### Records for processing
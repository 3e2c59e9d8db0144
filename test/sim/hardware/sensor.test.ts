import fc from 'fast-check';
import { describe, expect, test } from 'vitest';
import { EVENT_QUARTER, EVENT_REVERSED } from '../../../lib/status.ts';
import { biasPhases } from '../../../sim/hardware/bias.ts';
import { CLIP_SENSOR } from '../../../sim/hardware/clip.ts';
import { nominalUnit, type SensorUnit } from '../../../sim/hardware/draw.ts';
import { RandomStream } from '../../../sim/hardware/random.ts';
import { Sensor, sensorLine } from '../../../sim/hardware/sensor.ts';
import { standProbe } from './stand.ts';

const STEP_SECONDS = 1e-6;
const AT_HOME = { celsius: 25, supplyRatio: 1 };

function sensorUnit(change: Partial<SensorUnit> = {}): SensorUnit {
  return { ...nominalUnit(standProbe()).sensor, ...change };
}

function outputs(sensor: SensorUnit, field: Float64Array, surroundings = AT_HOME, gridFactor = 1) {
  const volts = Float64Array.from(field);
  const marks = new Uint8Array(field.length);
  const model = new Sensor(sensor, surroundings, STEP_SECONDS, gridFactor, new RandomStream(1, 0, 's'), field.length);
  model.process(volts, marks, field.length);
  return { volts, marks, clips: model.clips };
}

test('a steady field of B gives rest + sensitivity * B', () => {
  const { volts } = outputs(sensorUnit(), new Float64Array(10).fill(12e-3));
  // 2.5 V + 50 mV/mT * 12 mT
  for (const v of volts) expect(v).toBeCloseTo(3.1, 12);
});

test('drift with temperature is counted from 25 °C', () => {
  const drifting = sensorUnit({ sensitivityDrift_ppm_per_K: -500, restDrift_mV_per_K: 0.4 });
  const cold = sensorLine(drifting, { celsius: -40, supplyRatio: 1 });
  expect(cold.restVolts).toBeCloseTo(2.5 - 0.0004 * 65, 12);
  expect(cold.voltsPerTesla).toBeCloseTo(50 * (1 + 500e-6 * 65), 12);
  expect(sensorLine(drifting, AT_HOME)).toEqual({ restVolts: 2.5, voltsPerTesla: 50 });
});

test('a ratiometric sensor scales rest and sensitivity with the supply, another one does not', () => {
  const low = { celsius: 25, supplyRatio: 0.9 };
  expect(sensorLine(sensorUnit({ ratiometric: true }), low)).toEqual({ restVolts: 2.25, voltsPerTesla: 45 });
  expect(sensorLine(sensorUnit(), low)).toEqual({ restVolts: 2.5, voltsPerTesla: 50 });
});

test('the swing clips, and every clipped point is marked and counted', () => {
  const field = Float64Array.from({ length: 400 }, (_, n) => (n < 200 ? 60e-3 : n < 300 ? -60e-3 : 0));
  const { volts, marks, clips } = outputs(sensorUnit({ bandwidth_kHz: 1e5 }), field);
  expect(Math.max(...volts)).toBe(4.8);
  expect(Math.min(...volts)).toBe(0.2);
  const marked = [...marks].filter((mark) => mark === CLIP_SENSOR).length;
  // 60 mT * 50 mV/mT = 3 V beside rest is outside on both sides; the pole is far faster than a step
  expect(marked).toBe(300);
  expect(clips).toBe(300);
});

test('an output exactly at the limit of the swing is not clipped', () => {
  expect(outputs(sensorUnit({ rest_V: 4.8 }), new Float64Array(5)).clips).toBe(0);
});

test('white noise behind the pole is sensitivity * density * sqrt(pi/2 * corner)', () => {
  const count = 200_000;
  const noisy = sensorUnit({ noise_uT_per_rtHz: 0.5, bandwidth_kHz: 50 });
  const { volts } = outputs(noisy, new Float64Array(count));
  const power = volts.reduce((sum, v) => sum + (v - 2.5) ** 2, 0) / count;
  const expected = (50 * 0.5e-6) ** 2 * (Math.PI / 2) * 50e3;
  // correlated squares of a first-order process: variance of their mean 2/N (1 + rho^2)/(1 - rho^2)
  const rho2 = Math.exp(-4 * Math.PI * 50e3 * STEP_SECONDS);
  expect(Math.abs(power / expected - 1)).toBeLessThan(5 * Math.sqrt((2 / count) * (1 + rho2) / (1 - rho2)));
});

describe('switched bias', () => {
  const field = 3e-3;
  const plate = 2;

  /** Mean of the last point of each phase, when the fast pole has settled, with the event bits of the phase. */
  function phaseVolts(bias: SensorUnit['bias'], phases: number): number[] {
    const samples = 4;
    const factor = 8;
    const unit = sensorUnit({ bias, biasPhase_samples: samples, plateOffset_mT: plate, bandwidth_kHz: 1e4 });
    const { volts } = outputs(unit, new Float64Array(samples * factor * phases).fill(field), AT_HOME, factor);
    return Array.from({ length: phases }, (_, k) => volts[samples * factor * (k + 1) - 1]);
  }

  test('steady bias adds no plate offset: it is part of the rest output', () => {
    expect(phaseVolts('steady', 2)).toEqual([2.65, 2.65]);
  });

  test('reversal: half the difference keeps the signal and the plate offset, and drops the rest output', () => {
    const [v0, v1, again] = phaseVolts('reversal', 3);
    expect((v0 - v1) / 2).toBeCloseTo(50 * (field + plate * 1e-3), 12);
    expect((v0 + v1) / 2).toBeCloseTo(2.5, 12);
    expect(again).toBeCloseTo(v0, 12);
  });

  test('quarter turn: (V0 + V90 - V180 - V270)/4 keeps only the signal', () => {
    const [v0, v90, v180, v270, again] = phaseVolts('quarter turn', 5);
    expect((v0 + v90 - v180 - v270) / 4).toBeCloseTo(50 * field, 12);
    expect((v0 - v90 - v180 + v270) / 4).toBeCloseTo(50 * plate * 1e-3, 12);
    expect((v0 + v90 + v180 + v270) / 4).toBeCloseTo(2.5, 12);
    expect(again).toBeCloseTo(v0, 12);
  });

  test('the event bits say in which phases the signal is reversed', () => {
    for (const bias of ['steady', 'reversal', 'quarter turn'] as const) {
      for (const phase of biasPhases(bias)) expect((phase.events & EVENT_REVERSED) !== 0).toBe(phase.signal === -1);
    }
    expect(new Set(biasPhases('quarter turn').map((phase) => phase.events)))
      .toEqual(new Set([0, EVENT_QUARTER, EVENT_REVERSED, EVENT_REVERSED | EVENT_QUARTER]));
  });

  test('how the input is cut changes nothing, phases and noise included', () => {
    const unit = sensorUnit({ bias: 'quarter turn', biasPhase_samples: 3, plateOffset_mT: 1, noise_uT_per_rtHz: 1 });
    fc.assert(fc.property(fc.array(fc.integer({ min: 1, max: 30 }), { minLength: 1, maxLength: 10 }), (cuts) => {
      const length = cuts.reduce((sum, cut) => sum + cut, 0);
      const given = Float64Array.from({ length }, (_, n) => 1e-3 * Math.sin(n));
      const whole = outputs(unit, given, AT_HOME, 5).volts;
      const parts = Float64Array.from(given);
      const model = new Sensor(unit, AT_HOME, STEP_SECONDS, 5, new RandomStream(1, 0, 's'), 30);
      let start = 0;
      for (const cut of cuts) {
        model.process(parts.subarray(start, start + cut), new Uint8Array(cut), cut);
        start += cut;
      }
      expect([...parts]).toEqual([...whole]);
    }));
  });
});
######
**The problem**. The answer should be the complete set of records, printed exactly.

**Problem solution**.
repository 3e2c59e9d8db0144
filename test/sim/hardware/sensor.test.ts
import fc from 'fast-check';
import { describe, expect, test } from 'vitest';
import { EVENT_QUARTER, EVENT_REVERSED } from '../../../lib/status.ts';
import { biasPhases } from '../../../sim/hardware/bias.ts';
import { CLIP_SENSOR } from '../../../sim/hardware/clip.ts';
import { nominalUnit, type SensorUnit } from '../../../sim/hardware/draw.ts';
import { RandomStream } from '../../../sim/hardware/random.ts';
import { Sensor, sensorLine } from '../../../sim/hardware/sensor.ts';
import { standProbe } from './stand.ts';

const STEP_SECONDS = 1e-6;
const AT_HOME = { celsius: 25, supplyRatio: 1 };

function sensorUnit(change: Partial<SensorUnit> = {}): SensorUnit {
  return { ...nominalUnit(standProbe()).sensor, ...change };
}

function outputs(sensor: SensorUnit, field: Float64Array, surroundings = AT_HOME, gridFactor = 1) {
  const volts = Float64Array.from(field);
  const marks = new Uint8Array(field.length);
  const model = new Sensor(sensor, surroundings, STEP_SECONDS, gridFactor, new RandomStream(1, 0, 's'), field.length);
  model.process(volts, marks, field.length);
  return { volts, marks, clips: model.clips };
}

test('a steady field of B gives rest + sensitivity * B', () => {
  const { volts } = outputs(sensorUnit(), new Float64Array(10).fill(12e-3));
  // 2.5 V + 50 mV/mT * 12 mT
  for (const v of volts) expect(v).toBeCloseTo(3.1, 12);
});

test('drift with temperature is counted from 25 °C', () => {
  const drifting = sensorUnit({ sensitivityDrift_ppm_per_K: -500, restDrift_mV_per_K: 0.4 });
  const cold = sensorLine(drifting, { celsius: -40, supplyRatio: 1 });
  expect(cold.restVolts).toBeCloseTo(2.5 - 0.0004 * 65, 12);
  expect(cold.voltsPerTesla).toBeCloseTo(50 * (1 + 500e-6 * 65), 12);
  expect(sensorLine(drifting, AT_HOME)).toEqual({ restVolts: 2.5, voltsPerTesla: 50 });
});

test('a ratiometric sensor scales rest and sensitivity with the supply, another one does not', () => {
  const low = { celsius: 25, supplyRatio: 0.9 };
  expect(sensorLine(sensorUnit({ ratiometric: true }), low)).toEqual({ restVolts: 2.25, voltsPerTesla: 45 });
  expect(sensorLine(sensorUnit(), low)).toEqual({ restVolts: 2.5, voltsPerTesla: 50 });
});

test('the swing clips, and every clipped point is marked and counted', () => {
  const field = Float64Array.from({ length: 400 }, (_, n) => (n < 200 ? 60e-3 : n < 300 ? -60e-3 : 0));
  const { volts, marks, clips } = outputs(sensorUnit({ bandwidth_kHz: 1e5 }), field);
  expect(Math.max(...volts)).toBe(4.8);
  expect(Math.min(...volts)).toBe(0.2);
  const marked = [...marks].filter((mark) => mark === CLIP_SENSOR).length;
  // 60 mT * 50 mV/mT = 3 V beside rest is outside on both sides; the pole is far faster than a step
  expect(marked).toBe(300);
  expect(clips).toBe(300);
});

test('an output exactly at the limit of the swing is not clipped', () => {
  expect(outputs(sensorUnit({ rest_V: 4.8 }), new Float64Array(5)).clips).toBe(0);
});

test('white noise behind the pole is sensitivity * density * sqrt(pi/2 * corner)', () => {
  const count = 200_000;
  const noisy = sensorUnit({ noise_uT_per_rtHz: 0.5, bandwidth_kHz: 50 });
  const { volts } = outputs(noisy, new Float64Array(count));
  const power = volts.reduce((sum, v) => sum + (v - 2.5) ** 2, 0) / count;
  const expected = (50 * 0.5e-6) ** 2 * (Math.PI / 2) * 50e3;
  // correlated squares of a first-order process: variance of their mean 2/N (1 + rho^2)/(1 - rho^2)
  const rho2 = Math.exp(-4 * Math.PI * 50e3 * STEP_SECONDS);
  expect(Math.abs(power / expected - 1)).toBeLessThan(5 * Math.sqrt((2 / count) * (1 + rho2) / (1 - rho2)));
});

describe('switched bias', () => {
  const field = 3e-3;
  const plate = 2;

  /** Mean of the last point of each phase, when the fast pole has settled, with the event bits of the phase. */
  function phaseVolts(bias: SensorUnit['bias'], phases: number): number[] {
    const samples = 4;
    const factor = 8;
    const unit = sensorUnit({ bias, biasPhase_samples: samples, plateOffset_mT: plate, bandwidth_kHz: 1e4 });
    const { volts } = outputs(unit, new Float64Array(samples * factor * phases).fill(field), AT_HOME, factor);
    return Array.from({ length: phases }, (_, k) => volts[samples * factor * (k + 1) - 1]);
  }

  test('steady bias adds no plate offset: it is part of the rest output', () => {
    expect(phaseVolts('steady', 2)).toEqual([2.65, 2.65]);
  });

  test('reversal: half the difference keeps the signal and the plate offset, and drops the rest output', () => {
    const [v0, v1, again] = phaseVolts('reversal', 3);
    expect((v0 - v1) / 2).toBeCloseTo(50 * (field + plate * 1e-3), 12);
    expect((v0 + v1) / 2).toBeCloseTo(2.5, 12);
    expect(again).toBeCloseTo(v0, 12);
  });

  test('quarter turn: (V0 + V90 - V180 - V270)/4 keeps only the signal', () => {
    const [v0, v90, v180, v270, again] = phaseVolts('quarter turn', 5);
    expect((v0 + v90 - v180 - v270) / 4).toBeCloseTo(50 * field, 12);
    expect((v0 - v90 - v180 + v270) / 4).toBeCloseTo(50 * plate * 1e-3, 12);
    expect((v0 + v90 + v180 + v270) / 4).toBeCloseTo(2.5, 12);
    expect(again).toBeCloseTo(v0, 12);
  });

  test('the event bits say in which phases the signal is reversed', () => {
    for (const bias of ['steady', 'reversal', 'quarter turn'] as const) {
      for (const phase of biasPhases(bias)) expect((phase.events & EVENT_REVERSED) !== 0).toBe(phase.signal === -1);
    }
    expect(new Set(biasPhases('quarter turn').map((phase) => phase.events)))
      .toEqual(new Set([0, EVENT_QUARTER, EVENT_REVERSED, EVENT_REVERSED | EVENT_QUARTER]));
  });

  test('how the input is cut changes nothing, phases and noise included', () => {
    const unit = sensorUnit({ bias: 'quarter turn', biasPhase_samples: 3, plateOffset_mT: 1, noise_uT_per_rtHz: 1 });
    fc.assert(fc.property(fc.array(fc.integer({ min: 1, max: 30 }), { minLength: 1, maxLength: 10 }), (cuts) => {
      const length = cuts.reduce((sum, cut) => sum + cut, 0);
      const given = Float64Array.from({ length }, (_, n) => 1e-3 * Math.sin(n));
      const whole = outputs(unit, given, AT_HOME, 5).volts;
      const parts = Float64Array.from(given);
      const model = new Sensor(unit, AT_HOME, STEP_SECONDS, 5, new RandomStream(1, 0, 's'), 30);
      let start = 0;
      for (const cut of cuts) {
        model.process(parts.subarray(start, start + cut), new Uint8Array(cut), cut);
        start += cut;
      }
      expect([...parts]).toEqual([...whole]);
    }));
  });
});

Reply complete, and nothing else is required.